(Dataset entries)
______

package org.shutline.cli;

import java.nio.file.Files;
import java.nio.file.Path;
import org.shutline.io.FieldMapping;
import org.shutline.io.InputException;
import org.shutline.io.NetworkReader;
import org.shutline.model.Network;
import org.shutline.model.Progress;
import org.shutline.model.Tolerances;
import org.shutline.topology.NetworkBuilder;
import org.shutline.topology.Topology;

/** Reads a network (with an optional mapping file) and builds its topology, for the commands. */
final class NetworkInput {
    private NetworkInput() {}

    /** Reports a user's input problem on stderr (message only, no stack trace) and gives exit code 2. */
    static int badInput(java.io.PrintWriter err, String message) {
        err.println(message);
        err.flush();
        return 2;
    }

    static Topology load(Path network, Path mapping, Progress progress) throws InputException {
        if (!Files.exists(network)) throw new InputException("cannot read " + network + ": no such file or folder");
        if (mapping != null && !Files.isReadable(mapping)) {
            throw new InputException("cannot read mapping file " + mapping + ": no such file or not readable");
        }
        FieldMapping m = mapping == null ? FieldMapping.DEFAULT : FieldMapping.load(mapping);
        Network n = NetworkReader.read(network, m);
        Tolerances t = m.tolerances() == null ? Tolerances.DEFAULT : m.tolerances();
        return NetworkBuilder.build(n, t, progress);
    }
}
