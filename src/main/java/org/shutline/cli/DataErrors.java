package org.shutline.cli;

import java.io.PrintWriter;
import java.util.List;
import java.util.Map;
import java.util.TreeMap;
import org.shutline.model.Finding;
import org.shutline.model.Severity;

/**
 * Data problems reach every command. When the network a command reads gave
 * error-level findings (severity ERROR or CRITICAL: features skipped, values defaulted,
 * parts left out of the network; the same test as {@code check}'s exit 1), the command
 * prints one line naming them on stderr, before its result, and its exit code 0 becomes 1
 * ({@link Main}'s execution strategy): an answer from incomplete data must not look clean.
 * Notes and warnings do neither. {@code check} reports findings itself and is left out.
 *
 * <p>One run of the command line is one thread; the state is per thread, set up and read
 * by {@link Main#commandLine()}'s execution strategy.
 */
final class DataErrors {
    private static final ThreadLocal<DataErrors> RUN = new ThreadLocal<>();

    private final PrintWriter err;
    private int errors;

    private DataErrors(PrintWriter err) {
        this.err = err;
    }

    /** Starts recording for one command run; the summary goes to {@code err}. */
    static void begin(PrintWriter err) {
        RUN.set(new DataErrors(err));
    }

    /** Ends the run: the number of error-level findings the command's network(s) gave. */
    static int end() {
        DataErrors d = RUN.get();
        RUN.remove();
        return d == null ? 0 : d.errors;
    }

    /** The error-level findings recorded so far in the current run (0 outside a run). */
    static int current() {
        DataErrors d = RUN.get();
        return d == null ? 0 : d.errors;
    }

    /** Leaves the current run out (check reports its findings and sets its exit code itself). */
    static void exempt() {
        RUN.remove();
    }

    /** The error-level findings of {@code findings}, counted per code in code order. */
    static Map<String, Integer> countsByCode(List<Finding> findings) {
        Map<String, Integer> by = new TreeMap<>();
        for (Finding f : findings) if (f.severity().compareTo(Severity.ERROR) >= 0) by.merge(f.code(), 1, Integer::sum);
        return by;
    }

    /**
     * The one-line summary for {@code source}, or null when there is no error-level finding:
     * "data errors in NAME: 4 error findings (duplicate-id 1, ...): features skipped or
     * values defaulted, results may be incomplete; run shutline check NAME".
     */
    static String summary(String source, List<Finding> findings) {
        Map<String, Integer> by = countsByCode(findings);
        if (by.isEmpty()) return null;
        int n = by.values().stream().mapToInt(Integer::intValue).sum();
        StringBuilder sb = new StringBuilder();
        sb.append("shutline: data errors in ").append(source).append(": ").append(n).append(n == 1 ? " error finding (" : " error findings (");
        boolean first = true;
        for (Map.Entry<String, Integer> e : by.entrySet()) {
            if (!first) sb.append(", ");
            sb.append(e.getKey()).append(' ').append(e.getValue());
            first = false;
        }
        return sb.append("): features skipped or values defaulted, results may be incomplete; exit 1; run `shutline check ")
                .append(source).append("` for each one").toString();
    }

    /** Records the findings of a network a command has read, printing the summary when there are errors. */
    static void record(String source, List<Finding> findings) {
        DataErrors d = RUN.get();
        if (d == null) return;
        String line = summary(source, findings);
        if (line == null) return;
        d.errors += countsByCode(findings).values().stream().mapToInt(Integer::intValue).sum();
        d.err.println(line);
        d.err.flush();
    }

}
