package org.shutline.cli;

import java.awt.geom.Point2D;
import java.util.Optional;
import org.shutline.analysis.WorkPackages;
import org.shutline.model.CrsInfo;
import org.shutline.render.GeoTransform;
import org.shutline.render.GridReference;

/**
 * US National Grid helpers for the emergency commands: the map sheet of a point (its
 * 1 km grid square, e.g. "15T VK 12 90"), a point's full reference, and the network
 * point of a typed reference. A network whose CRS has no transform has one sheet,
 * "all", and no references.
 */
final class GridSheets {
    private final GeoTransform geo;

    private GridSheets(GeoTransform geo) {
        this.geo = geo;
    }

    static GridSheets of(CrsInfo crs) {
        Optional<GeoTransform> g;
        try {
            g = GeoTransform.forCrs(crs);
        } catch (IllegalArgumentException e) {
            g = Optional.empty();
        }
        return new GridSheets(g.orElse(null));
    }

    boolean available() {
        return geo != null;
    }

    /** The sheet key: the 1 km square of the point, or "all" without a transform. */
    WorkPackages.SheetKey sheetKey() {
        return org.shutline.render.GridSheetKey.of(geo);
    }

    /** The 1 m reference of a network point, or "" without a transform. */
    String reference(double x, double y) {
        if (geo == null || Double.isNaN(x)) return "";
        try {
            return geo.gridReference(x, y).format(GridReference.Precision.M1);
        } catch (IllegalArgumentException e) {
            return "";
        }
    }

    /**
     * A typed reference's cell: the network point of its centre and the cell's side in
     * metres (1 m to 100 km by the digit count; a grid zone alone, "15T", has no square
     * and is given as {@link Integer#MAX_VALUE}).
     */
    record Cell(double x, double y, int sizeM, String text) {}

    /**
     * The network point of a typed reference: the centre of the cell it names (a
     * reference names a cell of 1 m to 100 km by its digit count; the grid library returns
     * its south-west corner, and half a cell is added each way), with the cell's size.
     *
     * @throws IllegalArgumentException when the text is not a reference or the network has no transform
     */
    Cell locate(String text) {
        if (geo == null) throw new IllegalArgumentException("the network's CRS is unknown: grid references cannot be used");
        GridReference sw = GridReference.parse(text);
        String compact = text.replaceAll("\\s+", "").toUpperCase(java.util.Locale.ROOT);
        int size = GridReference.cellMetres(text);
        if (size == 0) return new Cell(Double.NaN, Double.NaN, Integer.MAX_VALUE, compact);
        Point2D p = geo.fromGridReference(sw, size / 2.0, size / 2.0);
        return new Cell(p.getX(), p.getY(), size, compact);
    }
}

______

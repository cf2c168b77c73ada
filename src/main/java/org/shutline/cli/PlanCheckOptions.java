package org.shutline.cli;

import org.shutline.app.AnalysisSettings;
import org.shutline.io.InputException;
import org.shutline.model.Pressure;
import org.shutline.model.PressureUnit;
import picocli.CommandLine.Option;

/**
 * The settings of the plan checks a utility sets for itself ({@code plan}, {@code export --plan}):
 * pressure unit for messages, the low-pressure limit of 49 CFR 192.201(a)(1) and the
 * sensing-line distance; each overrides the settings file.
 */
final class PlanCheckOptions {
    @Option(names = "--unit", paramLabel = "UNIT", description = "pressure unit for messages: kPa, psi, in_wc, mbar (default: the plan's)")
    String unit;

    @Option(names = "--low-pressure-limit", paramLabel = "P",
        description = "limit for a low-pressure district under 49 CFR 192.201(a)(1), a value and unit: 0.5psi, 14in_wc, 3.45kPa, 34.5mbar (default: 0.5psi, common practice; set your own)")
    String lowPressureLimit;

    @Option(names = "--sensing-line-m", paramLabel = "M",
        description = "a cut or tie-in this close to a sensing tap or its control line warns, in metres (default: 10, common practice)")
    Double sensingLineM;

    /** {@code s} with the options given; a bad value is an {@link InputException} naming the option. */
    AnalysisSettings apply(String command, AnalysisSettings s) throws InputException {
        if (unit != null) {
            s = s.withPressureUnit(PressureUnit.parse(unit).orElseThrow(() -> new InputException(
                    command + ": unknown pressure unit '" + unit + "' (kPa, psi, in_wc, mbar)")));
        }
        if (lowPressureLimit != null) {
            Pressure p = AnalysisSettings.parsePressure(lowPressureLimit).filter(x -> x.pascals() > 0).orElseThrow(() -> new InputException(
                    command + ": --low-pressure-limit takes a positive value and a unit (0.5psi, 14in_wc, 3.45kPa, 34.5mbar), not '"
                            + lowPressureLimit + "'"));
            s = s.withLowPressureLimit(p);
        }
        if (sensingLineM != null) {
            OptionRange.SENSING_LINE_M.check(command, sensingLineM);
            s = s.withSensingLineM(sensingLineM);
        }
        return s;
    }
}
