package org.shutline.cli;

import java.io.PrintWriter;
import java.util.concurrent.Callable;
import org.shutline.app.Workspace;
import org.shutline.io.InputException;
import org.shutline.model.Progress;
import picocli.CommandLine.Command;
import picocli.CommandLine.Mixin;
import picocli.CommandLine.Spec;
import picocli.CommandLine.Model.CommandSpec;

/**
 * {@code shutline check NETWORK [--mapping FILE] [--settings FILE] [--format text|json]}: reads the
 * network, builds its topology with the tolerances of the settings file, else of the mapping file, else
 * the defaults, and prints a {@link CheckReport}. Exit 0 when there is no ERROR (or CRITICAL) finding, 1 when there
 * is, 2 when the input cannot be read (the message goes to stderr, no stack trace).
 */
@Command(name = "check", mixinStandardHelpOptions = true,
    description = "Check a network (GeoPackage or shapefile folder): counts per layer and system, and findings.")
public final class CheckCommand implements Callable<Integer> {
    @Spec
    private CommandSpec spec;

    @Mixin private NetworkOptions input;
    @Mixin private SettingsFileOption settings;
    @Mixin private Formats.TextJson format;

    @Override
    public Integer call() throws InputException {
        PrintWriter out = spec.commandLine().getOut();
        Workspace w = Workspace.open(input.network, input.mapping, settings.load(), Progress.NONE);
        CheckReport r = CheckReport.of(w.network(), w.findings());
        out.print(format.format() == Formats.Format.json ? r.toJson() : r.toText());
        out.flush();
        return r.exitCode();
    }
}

______

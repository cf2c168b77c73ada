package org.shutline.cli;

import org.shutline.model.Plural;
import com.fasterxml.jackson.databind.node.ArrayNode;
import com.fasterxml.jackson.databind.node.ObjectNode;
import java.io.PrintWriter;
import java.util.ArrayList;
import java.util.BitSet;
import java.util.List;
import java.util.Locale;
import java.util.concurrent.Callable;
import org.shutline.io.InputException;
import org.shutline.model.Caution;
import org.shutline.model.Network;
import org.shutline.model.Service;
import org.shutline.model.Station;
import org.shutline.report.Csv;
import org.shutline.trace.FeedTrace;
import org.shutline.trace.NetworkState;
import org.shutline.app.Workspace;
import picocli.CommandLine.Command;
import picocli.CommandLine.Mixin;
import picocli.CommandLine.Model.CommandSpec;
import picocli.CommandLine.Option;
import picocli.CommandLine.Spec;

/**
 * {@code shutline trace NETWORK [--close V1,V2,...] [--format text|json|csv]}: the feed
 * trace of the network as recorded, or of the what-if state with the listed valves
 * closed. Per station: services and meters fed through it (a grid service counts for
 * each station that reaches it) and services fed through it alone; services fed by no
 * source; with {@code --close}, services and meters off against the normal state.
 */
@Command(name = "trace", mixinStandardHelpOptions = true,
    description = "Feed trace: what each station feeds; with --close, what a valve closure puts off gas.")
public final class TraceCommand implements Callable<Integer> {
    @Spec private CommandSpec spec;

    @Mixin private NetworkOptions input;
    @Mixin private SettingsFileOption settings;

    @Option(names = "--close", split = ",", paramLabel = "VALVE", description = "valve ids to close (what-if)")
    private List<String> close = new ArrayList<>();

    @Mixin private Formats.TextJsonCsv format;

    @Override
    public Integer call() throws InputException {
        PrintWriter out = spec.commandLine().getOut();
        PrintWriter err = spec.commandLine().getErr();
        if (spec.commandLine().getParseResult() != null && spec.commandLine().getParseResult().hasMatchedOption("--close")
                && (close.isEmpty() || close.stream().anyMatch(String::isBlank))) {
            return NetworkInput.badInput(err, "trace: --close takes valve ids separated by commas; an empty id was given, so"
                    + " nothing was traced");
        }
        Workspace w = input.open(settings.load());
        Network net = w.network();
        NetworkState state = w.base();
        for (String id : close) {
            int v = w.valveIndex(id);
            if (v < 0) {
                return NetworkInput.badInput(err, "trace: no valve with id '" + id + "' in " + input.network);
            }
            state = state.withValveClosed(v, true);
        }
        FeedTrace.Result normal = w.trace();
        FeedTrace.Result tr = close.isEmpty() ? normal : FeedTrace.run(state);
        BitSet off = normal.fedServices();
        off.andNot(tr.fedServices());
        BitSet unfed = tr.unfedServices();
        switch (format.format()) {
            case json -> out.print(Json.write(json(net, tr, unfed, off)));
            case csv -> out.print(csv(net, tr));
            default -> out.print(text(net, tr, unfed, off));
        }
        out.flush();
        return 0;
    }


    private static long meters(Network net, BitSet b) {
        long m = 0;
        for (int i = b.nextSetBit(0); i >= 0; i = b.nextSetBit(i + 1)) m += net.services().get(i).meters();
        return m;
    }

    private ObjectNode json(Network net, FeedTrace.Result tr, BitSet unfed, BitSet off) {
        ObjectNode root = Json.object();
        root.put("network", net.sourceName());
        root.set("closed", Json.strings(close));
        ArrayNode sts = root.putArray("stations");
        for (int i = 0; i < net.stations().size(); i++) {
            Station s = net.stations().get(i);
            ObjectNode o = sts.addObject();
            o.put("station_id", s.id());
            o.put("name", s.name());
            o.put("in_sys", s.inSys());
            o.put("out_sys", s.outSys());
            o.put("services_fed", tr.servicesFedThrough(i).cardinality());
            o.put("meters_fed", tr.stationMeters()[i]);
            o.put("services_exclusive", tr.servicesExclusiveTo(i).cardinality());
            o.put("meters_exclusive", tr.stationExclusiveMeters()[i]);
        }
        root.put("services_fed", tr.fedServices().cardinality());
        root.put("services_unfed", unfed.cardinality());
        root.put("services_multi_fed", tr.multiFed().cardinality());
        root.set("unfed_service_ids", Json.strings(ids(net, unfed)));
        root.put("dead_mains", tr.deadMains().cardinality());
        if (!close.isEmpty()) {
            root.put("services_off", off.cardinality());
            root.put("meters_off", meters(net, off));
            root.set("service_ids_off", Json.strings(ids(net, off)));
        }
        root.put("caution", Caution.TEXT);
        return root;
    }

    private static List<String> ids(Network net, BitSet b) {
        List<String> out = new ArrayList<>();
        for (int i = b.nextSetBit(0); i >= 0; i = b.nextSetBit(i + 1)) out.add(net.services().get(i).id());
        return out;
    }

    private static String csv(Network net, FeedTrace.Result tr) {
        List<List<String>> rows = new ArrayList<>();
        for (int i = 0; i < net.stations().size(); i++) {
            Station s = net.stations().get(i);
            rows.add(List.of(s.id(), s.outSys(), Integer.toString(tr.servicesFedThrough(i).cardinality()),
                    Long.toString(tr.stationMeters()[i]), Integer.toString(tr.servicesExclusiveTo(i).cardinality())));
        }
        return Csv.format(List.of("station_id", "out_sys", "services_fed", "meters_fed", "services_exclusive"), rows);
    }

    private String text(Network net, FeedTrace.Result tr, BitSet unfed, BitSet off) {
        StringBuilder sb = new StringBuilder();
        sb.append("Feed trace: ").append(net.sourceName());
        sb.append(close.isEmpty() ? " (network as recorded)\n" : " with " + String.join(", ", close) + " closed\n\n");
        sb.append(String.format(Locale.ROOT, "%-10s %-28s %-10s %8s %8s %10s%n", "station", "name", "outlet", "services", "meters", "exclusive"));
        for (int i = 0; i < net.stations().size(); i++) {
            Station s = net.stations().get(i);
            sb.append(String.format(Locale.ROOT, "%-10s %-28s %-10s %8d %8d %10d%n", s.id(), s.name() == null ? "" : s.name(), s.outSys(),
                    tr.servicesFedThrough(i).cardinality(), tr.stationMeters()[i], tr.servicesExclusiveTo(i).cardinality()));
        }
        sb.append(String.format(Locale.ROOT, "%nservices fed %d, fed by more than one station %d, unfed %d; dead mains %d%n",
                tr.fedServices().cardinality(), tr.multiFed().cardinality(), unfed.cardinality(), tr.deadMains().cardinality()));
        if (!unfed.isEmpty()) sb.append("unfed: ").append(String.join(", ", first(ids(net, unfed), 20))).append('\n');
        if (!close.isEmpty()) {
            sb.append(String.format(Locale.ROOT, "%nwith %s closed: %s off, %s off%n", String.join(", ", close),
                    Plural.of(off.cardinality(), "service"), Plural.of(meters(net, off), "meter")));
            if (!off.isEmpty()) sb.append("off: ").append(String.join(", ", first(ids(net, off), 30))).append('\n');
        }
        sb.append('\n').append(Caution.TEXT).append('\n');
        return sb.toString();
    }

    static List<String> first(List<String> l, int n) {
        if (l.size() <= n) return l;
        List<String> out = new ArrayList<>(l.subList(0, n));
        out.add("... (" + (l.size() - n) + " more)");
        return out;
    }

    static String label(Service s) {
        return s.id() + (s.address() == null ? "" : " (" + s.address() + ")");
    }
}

______

- _Description of the task_: The string "intValue" marks the lines to copy; report each of them from the data above.

- _Result below_:
        int n = by.values().stream().mapToInt(Integer::intValue).sum();
        d.errors += countsByCode(findings).values().stream().mapToInt(Integer::intValue).sum();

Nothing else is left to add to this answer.